What happens when members of a partnership make careful plans for what will happen when one of the partners dies – but later, when one of them does pass away, they don’t like the outcome? A likely result is that the matter will end up in court, and one such case was recently the subject of a ruling by the California Court of Appeal (Han v. Hallberg.)

In 1975, four dentists formed a partnership to operate a dental office building. The agreement required partners to be practicing dentists.

They amended the agreement in 1989 to allow the estate of a deceased partner to retain the interest of the deceased partner, and for the partnership to continue to operate. The estate had to notify the partnership within 90 days if it wanted to retain the ownership interest.

Five years later, the partners amended the agreement, to allow one of the group – a Dr. Hallberg – to assign his partnership interest to a trust, replacing him as an individual. Hallberg agreed that the trustee of his trust would be “bound by the terms and conditions” of the partnership agreement.

In 2003 Hallberg appointed his son, Hallberg Jr., as co-trustee of his trust, and in 2009 named his son the sole trustee.

Dr. Hallberg died in 2010. If he had still been a partner, his estate would have had 90 days to notify the partnership that it wanted to retain his interest. His trust made no such notification.

After 90 days had passed, the remaining partners informed Hallberg’s son that they would “exercise their option to purchase the interest” of his father.

The son replied that the partnership interest was owned by a trust, which was still intact, and that the trust was not obligated to sell its interest to the remaining partners. Instead he wanted the property sold and the proceeds divided among all owners, including the trust.

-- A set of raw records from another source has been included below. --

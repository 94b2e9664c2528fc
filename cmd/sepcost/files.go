package main

import (
	"crypto/rand"
	"encoding/hex"
	"errors"
	"fmt"
	"io"
	"io/fs"
	"os"
	"path/filepath"
	"sync"
)

// readInput reads a user's input file through one bounded path: only a
// regular file is opened (a folder, device, pipe or socket is refused
// before it is opened, so a pipe cannot hang the run and /dev/zero cannot
// fill memory), and no more than limit bytes are read, whatever the file
// claims its size is. Every message names the file and what is valid.
func readInput(path, what string, limit int64) ([]byte, error) {
	fi, err := os.Stat(path)
	if errors.Is(err, fs.ErrNotExist) {
		return nil, fmt.Errorf("%s: no such %s file", path, what)
	}
	if err != nil {
		return nil, fmt.Errorf("%s: cannot read the %s file: %w", path, what, err)
	}
	if err := checkInput(path, what, fi, limit); err != nil {
		return nil, err
	}
	f, err := openNoBlock(path)
	if err != nil {
		return nil, fmt.Errorf("%s: cannot read the %s file: %w", path, what, err)
	}
	defer f.Close()
	// The file may have been swapped since Stat: look again at what is open.
	if fi, err = f.Stat(); err != nil {
		return nil, fmt.Errorf("%s: cannot read the %s file: %w", path, what, err)
	}
	if err := checkInput(path, what, fi, limit); err != nil {
		return nil, err
	}
	data, err := io.ReadAll(io.LimitReader(f, limit+1))
	if err != nil {
		return nil, fmt.Errorf("%s: cannot read the %s file: %w", path, what, err)
	}
	if int64(len(data)) > limit {
		return nil, tooLarge(path, what, limit)
	}
	return data, nil
}

// checkInput refuses anything but a regular file within the size limit.
func checkInput(path, what string, fi fs.FileInfo, limit int64) error {
	switch {
	case fi.IsDir():
		return fmt.Errorf("%s: is a folder; give the %s file itself", path, what)
	case !fi.Mode().IsRegular():
		return fmt.Errorf("%s: not a regular file (a device, pipe or socket); sepcost reads a %s only from a regular file", path, what)
	case fi.Size() > limit:
		return tooLarge(path, what, limit)
	}
	return nil
}

func tooLarge(path, what string, limit int64) error {
	return fmt.Errorf("%s: larger than %s; a %s file may have at most %d bytes", path, sizeWords(limit), what, limit)
}

// sizeWords is a byte count in MiB or KiB.
func sizeWords(n int64) string {
	if n >= 1<<20 {
		return fmt.Sprintf("%g MiB", float64(n)/(1<<20))
	}
	return fmt.Sprintf("%g KiB", float64(n)/(1<<10))
}

// temps are the temporary output files being written, removed on an
// interrupt. The lock is held while a temporary file is put in place, so
// that an interrupt either finds it still temporary or already placed.
var temps = struct {
	sync.Mutex
	names map[string]bool
}{names: map[string]bool{}}

// removeTemps removes every temporary output file still being written.
func removeTemps() {
	temps.Lock()
	defer temps.Unlock()
	for name := range temps.names {
		os.Remove(name)
		delete(temps.names, name)
	}
}

// afterTempWrite, when set (by tests), runs after the data is written to
// the temporary file and before it is put in place.
var afterTempWrite func(tmp string)

// createTemp makes a new temporary file beside path. It is opened with mode
// 0666, so that the user's umask decides its permissions, as for any file
// a program creates.
func createTemp(path string) (*os.File, error) {
	dir, base := filepath.Dir(path), filepath.Base(path)
	for range 100 {
		var b [6]byte
		if _, err := rand.Read(b[:]); err != nil {
			return nil, err
		}
		name := filepath.Join(dir, "."+base+"."+hex.EncodeToString(b[:])+".tmp")
		temps.Lock()
		f, err := os.OpenFile(name, os.O_RDWR|os.O_CREATE|os.O_EXCL, 0o666)
		if err == nil {
			temps.names[name] = true
		}
		temps.Unlock()
		if !errors.Is(err, fs.ErrExist) {
			return f, err
		}
	}
	return nil, fmt.Errorf("cannot find a free temporary name in %s", dir)
}

// dropTemp forgets and removes a temporary file.
func dropTemp(name string) {
	temps.Lock()
	defer temps.Unlock()
	os.Remove(name)
	delete(temps.names, name)
}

The dentists filed suit in Los Angeles against the son as trustee, asking the court to order him to comply with the buyout terms of the partnership agreement.

The trial court held that the trust was not “a separate legal entity that continues to own a partnership interest,” and that Dr. Hallberg was actually the partner.

Despite the wording of the 1994 amendment to the partnership agreement, the trial judge decided, “in the context of the full agreement and the relationship of the partners, it would appear that the individual partners expected to have some control over which person they would be dealing with in managing the partnership.”

The judge ruled in favor of the other partners, whereupon Hallberg Jr. appealed.

The appellate court reversed the ruling of the trial court. “The holder of the partnership interest, for the 15 years before and at the time of Dr. Hallberg’s death, was the trustee of the Hallberg Trust – not Dr. Hallberg individually,” the justices said. “That did not change when Dr. Hallberg died,”

They acknowledged that under California law, “a trust is not a person but rather a fiduciary relationship with respect to property,” and that a trust is not an entity separate from its trustees.” For example, a trust cannot sue or be sued; instead, a trustee must act on behalf of the trust.

But, they noted, that “does not mean that a trust cannot act – as always, through its trustee – as a partner under general partnership law.” In fact, they pointed out, California law “expressly provides that a trust may associate in a partnership.”

Although one of the other dentists testified at trial that he “never contemplated that he would be partners with a non-dentist,” a court has to “presume parties understood the agreements they sign,” and that they “intended whatever the agreement objectively provides.”

The wording of the partnership agreement means that, “because Dr. Hallberg individually was not a partner when he died, his death did not require his estate to make an election to retain his interest, as that interest had long ago been assigned to the trustee of the Hallberg Trust, and did not pass to Dr. Hallberg’s estate. The Hallberg Trust, or its trustee acting as a partner by virtue of being the trustee, continues to be a partner.”

In addition to reversing the trial court’s decision, the appellate court awarded Hallberg Jr. his costs on appeal.

We are so accustomed to ignoring for income tax purposes the typical revocable living trusts commonly used in California that it is easy to think of them as being invisible for other legal purposes.

Dr. Hallberg’s partners learned a costly lesson.